Start of DATA TO EXAMINE
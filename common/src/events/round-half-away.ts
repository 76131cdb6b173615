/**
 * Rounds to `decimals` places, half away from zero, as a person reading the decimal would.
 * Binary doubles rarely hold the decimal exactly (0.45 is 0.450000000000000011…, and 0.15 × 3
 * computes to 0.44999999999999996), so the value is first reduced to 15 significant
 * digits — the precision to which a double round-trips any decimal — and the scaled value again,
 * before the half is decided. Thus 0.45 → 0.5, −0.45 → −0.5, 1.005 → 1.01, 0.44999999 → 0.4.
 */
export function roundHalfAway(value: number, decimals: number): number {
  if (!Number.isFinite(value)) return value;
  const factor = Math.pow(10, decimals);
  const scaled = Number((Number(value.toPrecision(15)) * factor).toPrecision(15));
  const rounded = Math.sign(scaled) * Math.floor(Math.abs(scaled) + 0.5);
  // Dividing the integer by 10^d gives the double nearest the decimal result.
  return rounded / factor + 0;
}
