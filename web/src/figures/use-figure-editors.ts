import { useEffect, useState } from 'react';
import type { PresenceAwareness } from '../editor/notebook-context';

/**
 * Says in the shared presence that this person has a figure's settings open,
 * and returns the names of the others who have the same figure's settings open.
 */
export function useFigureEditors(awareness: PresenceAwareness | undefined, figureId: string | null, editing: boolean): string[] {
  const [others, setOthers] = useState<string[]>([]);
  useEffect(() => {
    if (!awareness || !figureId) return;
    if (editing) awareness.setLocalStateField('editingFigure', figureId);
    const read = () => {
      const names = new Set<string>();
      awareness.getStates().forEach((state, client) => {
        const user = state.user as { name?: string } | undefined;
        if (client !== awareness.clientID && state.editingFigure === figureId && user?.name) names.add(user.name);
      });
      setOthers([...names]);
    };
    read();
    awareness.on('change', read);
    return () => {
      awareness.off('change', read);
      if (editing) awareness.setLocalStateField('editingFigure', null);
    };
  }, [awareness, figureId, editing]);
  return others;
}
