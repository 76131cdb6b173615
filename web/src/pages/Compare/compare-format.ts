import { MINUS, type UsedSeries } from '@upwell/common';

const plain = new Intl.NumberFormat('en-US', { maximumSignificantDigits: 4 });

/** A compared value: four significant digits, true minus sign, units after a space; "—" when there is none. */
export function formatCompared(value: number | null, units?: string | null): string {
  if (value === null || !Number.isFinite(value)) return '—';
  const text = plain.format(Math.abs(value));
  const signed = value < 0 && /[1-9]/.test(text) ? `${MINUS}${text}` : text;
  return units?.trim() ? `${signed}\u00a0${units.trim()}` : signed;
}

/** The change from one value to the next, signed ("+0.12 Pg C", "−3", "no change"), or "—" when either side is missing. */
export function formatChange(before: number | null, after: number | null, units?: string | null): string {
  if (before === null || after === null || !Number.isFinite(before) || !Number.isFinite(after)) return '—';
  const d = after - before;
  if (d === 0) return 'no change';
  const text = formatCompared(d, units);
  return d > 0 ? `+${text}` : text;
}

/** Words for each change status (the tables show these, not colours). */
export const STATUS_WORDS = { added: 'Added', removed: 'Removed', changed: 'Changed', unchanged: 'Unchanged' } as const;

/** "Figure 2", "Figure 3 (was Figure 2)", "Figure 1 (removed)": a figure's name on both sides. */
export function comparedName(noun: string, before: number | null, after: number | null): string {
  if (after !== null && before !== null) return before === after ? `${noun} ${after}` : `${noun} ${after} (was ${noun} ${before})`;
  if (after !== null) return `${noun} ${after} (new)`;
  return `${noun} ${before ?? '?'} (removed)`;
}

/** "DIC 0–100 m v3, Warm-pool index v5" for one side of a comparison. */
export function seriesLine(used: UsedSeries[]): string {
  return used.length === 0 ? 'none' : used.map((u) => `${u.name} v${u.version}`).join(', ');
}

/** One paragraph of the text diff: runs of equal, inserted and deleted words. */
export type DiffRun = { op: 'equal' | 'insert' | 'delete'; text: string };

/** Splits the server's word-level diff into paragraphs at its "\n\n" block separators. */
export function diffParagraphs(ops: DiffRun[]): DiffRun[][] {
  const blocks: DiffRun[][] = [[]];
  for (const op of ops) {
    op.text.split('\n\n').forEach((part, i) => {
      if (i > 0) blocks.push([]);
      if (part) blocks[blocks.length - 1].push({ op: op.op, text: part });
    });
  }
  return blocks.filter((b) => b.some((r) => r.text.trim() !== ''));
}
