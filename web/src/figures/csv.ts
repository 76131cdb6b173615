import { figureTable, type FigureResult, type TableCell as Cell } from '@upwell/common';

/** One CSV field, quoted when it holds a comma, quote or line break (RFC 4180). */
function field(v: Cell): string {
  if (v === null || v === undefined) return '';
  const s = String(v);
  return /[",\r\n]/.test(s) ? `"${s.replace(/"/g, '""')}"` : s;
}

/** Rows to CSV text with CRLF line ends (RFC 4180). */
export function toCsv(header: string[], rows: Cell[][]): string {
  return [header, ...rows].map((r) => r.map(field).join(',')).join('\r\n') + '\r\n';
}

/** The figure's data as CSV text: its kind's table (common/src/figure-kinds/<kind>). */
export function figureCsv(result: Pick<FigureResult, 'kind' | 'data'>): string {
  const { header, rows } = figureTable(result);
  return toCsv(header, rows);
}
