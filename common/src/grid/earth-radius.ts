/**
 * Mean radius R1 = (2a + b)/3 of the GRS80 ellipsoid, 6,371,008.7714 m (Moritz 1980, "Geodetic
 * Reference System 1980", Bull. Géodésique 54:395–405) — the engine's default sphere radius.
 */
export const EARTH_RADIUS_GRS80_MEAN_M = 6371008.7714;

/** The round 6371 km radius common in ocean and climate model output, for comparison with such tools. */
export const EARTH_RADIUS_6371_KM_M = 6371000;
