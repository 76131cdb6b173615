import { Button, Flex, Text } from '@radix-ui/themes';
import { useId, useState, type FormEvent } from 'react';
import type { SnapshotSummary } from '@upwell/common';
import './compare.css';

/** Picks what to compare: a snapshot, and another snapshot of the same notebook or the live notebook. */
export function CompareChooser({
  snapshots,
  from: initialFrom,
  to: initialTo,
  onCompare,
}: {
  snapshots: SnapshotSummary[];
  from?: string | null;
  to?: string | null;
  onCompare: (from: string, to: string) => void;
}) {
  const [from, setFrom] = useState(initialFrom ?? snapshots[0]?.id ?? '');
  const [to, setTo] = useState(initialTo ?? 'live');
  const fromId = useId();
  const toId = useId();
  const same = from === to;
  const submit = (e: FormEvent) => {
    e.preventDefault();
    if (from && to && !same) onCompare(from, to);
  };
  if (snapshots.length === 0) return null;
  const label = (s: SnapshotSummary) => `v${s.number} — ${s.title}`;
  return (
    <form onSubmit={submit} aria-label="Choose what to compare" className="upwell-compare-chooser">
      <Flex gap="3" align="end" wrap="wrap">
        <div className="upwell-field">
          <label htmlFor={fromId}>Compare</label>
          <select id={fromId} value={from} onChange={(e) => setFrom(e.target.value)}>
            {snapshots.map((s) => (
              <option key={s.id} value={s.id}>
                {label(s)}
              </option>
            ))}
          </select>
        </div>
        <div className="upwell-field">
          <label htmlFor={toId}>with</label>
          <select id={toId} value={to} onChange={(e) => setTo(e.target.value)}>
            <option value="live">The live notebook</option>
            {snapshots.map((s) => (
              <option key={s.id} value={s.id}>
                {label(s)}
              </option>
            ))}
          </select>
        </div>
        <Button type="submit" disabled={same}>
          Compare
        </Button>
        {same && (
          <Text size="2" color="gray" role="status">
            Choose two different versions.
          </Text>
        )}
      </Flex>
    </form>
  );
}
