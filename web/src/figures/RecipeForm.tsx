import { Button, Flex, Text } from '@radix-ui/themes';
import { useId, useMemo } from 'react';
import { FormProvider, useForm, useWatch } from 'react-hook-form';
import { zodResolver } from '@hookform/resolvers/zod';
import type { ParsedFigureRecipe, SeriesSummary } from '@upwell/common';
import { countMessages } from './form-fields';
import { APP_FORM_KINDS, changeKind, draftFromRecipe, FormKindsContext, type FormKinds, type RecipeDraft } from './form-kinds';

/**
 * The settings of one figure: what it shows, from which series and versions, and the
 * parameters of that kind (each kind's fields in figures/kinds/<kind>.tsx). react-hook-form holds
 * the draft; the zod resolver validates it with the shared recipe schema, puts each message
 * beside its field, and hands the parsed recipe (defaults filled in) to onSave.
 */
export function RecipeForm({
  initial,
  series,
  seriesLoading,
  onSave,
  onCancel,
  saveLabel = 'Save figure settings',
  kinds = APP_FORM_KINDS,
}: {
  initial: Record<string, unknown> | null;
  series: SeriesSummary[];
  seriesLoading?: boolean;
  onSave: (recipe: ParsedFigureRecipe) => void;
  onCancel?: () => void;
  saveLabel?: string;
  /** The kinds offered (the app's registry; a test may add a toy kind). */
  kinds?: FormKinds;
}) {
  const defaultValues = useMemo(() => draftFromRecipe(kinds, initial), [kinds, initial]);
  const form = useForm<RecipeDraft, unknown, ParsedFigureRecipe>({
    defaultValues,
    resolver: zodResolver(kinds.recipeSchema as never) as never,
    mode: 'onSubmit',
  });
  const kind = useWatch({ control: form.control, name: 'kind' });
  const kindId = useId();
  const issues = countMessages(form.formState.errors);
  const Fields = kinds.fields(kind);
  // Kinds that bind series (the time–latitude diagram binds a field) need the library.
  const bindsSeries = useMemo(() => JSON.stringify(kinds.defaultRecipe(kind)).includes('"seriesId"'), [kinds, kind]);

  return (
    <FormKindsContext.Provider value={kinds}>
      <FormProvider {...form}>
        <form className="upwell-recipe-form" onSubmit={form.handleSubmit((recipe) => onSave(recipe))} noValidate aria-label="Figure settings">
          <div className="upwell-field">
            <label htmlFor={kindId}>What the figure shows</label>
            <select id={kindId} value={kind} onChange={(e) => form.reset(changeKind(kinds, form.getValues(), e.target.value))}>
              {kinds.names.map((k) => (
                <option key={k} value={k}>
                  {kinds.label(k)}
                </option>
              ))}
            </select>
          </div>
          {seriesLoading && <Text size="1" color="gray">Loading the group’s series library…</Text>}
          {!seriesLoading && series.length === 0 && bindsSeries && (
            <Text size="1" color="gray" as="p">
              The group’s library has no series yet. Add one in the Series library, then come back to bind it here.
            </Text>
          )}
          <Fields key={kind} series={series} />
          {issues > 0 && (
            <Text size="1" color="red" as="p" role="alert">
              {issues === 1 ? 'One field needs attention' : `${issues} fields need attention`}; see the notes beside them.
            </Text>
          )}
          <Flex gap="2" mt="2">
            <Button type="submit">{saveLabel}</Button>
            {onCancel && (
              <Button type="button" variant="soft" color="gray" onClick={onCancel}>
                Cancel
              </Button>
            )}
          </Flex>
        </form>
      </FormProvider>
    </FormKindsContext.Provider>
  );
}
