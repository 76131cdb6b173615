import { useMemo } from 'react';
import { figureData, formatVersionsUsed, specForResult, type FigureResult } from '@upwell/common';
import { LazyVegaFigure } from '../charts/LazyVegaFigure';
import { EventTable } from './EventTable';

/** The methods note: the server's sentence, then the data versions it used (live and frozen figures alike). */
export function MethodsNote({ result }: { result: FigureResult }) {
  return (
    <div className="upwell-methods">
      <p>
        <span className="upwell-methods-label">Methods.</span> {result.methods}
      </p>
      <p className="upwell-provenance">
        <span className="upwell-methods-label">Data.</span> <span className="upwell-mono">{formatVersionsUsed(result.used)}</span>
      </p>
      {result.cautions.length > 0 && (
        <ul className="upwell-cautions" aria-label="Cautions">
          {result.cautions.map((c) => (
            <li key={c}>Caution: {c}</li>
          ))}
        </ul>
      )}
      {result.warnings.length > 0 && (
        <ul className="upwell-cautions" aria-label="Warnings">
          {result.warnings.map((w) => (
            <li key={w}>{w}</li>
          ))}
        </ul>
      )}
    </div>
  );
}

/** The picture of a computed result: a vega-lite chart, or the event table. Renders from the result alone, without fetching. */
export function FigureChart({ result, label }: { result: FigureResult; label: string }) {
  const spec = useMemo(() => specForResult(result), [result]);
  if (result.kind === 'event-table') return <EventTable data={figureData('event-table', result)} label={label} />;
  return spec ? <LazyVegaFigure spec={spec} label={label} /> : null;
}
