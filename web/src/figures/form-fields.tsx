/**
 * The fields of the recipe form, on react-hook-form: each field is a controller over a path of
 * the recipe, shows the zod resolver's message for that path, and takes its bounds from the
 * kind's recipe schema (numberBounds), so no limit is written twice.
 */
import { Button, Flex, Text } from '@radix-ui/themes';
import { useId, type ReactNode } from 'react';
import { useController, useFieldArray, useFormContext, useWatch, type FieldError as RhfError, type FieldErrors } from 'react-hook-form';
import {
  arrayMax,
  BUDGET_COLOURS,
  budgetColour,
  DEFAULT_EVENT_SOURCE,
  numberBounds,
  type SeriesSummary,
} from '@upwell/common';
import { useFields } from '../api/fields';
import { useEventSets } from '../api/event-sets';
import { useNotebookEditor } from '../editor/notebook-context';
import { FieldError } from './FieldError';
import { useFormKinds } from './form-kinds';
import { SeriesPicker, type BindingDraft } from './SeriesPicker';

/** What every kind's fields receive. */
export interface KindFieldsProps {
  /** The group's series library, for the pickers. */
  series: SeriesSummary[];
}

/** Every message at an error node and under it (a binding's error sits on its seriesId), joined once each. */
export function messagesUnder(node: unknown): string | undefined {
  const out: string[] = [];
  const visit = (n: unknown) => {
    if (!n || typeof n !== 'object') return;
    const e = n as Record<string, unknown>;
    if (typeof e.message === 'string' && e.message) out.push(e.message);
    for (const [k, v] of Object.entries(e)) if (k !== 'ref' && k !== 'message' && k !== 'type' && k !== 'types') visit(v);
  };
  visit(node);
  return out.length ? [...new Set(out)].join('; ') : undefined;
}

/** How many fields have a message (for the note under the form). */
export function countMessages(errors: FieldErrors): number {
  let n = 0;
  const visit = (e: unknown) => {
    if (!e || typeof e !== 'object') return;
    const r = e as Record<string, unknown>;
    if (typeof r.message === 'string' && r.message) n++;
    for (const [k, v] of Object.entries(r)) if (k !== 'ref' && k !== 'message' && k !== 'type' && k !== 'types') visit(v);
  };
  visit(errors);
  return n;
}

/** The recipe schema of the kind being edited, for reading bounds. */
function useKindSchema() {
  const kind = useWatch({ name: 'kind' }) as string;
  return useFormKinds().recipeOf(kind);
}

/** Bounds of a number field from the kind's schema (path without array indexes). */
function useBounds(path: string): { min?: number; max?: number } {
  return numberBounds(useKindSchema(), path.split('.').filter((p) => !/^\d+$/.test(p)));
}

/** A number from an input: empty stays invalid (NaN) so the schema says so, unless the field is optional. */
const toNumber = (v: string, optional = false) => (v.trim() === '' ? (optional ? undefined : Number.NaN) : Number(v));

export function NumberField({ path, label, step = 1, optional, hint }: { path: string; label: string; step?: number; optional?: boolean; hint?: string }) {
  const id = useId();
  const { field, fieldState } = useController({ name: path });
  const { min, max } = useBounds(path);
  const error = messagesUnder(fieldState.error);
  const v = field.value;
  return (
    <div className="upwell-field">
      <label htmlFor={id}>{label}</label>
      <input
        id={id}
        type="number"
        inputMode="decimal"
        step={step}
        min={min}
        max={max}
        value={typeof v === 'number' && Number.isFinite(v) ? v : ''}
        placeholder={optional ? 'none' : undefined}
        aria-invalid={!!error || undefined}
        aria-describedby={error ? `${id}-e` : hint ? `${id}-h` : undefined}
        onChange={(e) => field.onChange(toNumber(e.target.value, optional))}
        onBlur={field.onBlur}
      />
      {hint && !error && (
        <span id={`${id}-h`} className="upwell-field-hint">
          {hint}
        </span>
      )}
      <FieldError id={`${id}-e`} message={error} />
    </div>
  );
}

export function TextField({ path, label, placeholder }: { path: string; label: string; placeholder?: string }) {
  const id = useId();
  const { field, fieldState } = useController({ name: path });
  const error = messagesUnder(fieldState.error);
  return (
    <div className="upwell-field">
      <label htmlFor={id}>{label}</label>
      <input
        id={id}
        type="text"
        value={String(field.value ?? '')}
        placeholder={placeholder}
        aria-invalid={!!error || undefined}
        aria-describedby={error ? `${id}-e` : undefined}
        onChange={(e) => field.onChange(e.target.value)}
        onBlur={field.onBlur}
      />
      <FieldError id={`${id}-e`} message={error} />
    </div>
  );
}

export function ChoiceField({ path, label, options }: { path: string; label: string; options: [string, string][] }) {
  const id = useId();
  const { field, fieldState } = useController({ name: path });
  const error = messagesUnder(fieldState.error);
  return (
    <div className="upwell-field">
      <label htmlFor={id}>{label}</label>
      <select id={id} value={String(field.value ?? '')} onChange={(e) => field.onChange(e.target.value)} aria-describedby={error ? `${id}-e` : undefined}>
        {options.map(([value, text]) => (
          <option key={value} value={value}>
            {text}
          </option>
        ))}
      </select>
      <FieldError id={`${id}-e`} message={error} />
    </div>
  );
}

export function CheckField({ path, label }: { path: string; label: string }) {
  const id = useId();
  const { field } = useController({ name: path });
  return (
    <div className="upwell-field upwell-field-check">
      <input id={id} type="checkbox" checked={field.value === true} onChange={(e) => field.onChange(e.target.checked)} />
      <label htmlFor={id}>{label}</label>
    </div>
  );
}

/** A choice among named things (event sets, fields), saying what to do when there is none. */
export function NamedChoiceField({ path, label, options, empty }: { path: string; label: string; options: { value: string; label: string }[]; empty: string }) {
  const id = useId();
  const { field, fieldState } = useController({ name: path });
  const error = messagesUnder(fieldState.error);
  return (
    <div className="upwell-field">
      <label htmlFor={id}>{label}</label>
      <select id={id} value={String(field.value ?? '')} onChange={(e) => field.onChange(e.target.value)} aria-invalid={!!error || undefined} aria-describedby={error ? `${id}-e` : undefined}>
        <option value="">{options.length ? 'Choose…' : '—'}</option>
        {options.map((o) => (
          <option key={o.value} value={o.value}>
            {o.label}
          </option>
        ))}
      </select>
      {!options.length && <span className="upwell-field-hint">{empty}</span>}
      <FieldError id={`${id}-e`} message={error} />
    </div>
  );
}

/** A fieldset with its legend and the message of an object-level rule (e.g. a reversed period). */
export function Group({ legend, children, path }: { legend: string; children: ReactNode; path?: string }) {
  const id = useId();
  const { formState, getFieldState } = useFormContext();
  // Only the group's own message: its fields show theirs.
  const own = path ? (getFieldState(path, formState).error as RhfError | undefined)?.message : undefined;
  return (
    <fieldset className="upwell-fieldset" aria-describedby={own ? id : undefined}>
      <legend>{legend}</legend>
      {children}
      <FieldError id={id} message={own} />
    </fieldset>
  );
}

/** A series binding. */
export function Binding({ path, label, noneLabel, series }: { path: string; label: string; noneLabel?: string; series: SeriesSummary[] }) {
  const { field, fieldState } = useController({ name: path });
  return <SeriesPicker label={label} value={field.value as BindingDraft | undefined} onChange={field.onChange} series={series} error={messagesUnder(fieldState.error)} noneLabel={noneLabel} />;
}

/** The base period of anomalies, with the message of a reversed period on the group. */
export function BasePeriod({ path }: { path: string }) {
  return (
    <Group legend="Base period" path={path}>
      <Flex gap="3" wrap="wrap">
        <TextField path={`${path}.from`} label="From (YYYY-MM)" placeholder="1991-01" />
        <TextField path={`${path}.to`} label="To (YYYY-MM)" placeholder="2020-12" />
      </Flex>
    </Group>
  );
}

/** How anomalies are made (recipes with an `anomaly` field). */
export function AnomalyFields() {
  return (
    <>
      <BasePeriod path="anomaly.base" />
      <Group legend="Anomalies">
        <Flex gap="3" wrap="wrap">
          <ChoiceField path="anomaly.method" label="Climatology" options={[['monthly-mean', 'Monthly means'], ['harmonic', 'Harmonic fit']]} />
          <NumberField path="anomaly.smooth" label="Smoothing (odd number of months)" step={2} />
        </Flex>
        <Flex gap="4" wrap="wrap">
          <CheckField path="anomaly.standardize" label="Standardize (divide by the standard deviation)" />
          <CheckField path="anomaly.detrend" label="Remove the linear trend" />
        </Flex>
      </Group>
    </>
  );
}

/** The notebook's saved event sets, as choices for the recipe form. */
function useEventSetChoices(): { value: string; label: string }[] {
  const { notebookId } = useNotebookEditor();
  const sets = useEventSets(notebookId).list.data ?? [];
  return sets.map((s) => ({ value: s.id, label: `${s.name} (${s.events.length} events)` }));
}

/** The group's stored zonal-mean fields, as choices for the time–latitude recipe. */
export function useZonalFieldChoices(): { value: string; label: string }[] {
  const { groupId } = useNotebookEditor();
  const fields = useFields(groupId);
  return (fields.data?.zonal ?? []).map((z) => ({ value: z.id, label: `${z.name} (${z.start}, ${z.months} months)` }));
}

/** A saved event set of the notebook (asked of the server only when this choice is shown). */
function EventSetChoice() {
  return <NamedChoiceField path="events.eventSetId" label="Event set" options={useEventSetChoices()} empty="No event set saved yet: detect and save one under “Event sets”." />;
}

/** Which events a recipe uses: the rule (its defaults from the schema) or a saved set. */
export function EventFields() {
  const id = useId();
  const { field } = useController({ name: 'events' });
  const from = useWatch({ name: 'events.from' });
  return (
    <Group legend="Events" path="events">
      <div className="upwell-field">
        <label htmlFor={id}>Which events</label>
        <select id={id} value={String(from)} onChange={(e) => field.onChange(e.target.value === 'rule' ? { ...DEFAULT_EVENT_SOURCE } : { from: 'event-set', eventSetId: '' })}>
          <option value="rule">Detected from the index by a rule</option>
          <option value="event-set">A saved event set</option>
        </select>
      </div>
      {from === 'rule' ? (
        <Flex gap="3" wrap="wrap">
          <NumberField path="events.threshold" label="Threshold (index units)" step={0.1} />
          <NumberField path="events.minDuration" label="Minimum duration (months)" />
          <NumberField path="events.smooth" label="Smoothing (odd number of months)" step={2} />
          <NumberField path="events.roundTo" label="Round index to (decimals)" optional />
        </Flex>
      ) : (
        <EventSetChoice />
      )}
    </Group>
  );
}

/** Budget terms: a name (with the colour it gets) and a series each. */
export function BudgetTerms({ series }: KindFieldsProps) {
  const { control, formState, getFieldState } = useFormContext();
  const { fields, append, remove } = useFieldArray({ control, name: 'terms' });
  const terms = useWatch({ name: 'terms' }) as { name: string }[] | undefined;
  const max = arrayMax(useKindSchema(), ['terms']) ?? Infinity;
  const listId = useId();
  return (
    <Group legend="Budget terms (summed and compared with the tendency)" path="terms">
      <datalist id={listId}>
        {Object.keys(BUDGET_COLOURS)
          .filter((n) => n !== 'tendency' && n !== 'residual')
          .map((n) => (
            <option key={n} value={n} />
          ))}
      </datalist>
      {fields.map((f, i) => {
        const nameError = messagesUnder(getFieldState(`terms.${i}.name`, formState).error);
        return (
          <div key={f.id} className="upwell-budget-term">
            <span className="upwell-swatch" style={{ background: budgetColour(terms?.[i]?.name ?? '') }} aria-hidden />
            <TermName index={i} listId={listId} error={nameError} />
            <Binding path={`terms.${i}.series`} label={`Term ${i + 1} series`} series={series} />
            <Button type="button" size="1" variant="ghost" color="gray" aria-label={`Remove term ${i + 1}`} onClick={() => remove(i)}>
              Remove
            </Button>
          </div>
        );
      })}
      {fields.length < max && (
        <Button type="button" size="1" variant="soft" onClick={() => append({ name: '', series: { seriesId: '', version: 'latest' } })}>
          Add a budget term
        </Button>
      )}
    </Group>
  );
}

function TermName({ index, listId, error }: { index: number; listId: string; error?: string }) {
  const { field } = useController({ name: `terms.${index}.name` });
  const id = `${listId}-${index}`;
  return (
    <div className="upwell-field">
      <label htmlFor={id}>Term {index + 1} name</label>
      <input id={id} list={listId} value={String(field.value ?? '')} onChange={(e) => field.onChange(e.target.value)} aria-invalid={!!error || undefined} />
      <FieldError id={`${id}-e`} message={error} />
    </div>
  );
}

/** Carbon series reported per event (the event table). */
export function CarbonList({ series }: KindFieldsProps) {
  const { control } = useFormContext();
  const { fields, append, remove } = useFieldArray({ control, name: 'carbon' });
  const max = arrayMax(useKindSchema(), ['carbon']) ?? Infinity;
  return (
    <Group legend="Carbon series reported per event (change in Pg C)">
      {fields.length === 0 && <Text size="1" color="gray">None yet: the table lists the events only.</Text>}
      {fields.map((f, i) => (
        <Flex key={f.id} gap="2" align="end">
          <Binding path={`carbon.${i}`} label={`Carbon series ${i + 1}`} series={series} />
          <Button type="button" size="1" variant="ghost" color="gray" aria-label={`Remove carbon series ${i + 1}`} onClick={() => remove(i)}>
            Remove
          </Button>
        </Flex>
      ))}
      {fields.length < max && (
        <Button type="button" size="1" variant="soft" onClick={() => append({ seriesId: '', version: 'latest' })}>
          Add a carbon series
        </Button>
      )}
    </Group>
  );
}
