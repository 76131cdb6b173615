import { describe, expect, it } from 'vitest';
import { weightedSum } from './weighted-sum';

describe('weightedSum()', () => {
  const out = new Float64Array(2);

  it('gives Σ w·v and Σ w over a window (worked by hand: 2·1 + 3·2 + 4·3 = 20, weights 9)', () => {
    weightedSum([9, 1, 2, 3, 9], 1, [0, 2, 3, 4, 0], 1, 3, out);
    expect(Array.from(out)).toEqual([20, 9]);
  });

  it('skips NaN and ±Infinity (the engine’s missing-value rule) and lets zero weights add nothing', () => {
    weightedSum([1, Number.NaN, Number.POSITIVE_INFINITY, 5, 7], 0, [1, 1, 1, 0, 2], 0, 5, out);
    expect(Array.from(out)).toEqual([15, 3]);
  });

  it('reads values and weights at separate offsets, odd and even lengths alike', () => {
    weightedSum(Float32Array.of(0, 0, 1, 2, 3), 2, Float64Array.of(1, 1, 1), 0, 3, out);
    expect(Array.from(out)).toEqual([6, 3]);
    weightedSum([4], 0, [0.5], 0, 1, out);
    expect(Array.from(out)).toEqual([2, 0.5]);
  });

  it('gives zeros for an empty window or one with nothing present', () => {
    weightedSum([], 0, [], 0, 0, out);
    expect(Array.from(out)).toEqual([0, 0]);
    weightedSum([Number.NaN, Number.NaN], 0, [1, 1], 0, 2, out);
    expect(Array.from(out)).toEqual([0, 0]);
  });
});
End of DATA TO EXAMINE
• YOUR ASSIGNMENT:
Where a line of the records contains the word "nothing", copy that line.

• EXPECTED ANSWER:
  it('skips NaN and ±Infinity (the engine’s missing-value rule) and lets zero weights add nothing', () => {
  it('gives zeros for an empty window or one with nothing present', () => {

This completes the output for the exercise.